Within this listing, how many lines include the word "Build"? Only the number should be given.

==== SOURCE MATERIAL ====

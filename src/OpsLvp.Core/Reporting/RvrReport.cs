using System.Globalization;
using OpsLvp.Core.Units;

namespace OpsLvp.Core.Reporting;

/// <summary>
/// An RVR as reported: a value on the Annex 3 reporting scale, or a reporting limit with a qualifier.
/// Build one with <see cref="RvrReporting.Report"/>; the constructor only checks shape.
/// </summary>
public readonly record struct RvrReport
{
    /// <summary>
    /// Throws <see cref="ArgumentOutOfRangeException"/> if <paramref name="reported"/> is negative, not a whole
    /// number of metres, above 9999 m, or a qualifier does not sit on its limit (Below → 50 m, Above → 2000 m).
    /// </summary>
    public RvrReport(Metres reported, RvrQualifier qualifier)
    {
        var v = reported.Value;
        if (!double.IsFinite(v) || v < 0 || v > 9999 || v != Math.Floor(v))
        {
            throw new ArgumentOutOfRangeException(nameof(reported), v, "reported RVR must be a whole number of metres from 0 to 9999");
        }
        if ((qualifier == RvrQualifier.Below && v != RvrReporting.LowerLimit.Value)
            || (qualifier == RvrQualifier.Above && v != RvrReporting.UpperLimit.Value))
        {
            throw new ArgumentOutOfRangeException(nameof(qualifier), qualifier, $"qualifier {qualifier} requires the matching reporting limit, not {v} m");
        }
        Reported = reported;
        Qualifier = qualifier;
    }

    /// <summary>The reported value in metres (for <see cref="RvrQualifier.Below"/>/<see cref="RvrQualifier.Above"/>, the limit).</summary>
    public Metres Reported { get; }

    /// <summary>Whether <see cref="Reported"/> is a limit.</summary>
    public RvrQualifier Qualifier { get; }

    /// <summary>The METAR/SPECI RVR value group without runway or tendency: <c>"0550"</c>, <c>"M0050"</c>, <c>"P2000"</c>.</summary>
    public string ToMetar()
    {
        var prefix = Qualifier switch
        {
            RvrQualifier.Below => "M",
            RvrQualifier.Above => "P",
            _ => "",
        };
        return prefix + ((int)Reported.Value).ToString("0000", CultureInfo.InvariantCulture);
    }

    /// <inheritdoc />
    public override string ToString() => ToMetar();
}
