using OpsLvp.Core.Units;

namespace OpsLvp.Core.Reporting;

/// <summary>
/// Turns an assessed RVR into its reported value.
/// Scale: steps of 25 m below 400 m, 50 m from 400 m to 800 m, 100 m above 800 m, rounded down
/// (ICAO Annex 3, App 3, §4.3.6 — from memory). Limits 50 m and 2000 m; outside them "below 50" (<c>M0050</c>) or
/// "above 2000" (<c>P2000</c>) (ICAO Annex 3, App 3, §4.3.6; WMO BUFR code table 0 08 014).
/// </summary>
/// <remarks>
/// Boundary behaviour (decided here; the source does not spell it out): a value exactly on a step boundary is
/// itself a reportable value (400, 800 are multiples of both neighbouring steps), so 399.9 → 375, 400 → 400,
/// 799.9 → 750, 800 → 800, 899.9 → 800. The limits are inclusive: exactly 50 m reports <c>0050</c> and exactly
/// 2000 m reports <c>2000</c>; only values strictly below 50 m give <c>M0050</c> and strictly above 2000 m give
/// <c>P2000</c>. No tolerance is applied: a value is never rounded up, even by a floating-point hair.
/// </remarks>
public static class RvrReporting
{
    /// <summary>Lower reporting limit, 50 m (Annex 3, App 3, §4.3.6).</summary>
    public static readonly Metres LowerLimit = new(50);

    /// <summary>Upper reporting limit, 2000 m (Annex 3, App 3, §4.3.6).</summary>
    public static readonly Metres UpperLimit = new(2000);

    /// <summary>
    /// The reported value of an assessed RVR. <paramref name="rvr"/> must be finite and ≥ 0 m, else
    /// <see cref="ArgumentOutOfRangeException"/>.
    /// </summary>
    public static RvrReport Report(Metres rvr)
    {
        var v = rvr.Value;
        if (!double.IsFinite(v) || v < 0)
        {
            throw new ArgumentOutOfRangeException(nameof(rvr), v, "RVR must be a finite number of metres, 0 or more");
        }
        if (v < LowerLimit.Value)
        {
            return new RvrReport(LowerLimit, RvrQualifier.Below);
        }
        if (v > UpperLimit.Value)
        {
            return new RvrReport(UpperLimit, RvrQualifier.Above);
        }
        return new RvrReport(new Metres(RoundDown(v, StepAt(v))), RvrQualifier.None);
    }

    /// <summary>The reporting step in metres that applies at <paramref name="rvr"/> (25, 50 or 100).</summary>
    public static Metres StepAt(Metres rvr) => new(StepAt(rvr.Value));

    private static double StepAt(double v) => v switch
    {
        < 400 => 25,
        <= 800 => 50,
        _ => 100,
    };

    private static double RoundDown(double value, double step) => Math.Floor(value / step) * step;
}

====
==== SOURCE MATERIAL ====

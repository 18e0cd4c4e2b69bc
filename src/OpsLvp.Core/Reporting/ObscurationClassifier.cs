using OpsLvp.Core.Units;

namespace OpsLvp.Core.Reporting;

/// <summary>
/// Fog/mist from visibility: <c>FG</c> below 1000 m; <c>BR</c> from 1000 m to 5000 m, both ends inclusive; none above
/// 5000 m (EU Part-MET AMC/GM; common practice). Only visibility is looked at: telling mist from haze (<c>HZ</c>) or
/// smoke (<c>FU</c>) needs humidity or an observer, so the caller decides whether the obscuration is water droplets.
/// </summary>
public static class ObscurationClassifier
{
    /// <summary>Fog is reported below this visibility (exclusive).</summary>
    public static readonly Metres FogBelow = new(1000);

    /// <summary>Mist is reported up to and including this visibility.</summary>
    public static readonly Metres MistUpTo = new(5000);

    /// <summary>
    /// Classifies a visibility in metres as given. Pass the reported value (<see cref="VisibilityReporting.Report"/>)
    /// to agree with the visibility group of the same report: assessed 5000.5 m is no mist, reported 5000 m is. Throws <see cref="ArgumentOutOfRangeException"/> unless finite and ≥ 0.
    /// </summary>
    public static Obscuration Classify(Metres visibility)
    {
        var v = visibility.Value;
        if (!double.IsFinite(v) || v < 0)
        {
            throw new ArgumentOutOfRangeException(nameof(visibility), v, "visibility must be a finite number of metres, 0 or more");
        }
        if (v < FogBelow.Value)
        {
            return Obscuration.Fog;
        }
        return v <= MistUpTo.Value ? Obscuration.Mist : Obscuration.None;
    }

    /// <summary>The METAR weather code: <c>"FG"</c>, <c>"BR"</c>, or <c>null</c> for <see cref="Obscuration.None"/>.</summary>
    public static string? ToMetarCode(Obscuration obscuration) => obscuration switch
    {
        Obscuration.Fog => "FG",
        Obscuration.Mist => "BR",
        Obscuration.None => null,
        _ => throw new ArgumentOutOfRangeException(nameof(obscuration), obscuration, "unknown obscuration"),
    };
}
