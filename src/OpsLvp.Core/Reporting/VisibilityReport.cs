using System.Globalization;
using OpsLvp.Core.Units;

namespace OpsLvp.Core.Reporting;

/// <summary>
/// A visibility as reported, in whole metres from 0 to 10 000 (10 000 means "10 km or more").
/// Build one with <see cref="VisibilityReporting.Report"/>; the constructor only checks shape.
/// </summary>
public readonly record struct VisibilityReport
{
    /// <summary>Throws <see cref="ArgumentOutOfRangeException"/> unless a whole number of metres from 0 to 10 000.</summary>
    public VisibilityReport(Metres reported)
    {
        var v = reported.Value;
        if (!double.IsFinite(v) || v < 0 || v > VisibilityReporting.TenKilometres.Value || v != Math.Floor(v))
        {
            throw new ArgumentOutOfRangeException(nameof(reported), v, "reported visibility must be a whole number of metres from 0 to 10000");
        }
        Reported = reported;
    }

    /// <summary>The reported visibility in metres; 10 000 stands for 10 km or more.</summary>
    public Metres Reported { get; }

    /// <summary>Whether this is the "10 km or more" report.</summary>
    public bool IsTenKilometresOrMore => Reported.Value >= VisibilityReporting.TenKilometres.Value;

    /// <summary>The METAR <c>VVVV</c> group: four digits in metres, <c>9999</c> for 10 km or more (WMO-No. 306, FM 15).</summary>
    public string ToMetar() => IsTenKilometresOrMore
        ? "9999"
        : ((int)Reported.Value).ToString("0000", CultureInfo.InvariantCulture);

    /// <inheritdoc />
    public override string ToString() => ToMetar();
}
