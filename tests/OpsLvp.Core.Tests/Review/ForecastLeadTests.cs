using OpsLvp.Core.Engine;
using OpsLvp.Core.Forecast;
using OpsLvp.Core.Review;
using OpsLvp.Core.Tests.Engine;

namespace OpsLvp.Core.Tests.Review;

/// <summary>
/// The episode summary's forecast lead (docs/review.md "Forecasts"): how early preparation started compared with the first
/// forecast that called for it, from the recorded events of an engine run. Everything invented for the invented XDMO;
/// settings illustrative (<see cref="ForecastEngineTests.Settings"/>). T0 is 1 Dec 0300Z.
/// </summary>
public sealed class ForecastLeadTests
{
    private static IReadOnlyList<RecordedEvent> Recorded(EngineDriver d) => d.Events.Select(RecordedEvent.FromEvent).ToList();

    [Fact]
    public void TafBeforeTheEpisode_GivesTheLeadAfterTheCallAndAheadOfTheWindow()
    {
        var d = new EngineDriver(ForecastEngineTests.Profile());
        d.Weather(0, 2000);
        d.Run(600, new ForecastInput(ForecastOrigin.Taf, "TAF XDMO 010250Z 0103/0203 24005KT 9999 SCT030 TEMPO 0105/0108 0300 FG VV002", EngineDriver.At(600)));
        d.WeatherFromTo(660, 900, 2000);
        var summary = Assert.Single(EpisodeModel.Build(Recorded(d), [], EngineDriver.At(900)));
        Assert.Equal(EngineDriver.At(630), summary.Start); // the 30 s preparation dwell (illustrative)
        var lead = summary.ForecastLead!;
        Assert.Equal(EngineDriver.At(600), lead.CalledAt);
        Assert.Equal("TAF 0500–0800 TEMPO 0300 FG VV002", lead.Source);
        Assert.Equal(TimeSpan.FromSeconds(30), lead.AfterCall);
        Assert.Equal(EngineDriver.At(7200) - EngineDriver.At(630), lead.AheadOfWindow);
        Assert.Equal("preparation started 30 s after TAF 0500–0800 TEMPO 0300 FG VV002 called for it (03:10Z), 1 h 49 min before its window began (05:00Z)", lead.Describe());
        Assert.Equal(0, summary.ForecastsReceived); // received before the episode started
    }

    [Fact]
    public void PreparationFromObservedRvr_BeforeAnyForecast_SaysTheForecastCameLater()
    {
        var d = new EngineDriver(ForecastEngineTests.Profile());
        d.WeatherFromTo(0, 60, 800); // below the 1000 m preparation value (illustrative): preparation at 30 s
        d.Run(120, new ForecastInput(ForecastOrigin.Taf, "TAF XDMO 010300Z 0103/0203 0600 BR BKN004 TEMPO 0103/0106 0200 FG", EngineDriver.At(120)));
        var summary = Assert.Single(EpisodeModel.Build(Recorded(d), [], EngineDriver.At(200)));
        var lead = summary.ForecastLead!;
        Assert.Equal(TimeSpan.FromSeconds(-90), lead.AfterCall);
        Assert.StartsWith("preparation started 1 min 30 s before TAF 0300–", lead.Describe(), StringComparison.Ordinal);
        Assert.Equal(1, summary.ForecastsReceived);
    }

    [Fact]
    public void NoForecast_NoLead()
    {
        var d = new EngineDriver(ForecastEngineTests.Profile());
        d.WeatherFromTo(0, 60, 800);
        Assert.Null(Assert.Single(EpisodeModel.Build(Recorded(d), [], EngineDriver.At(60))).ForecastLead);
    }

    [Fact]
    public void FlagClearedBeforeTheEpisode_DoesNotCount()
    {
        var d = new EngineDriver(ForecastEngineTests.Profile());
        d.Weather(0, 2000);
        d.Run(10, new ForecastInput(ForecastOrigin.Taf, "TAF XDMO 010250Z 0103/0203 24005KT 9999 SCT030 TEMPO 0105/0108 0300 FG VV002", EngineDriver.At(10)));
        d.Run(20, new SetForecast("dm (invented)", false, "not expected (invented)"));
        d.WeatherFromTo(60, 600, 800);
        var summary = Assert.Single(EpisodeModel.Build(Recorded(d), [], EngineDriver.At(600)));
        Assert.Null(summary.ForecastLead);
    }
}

====

_OUTPUT_
6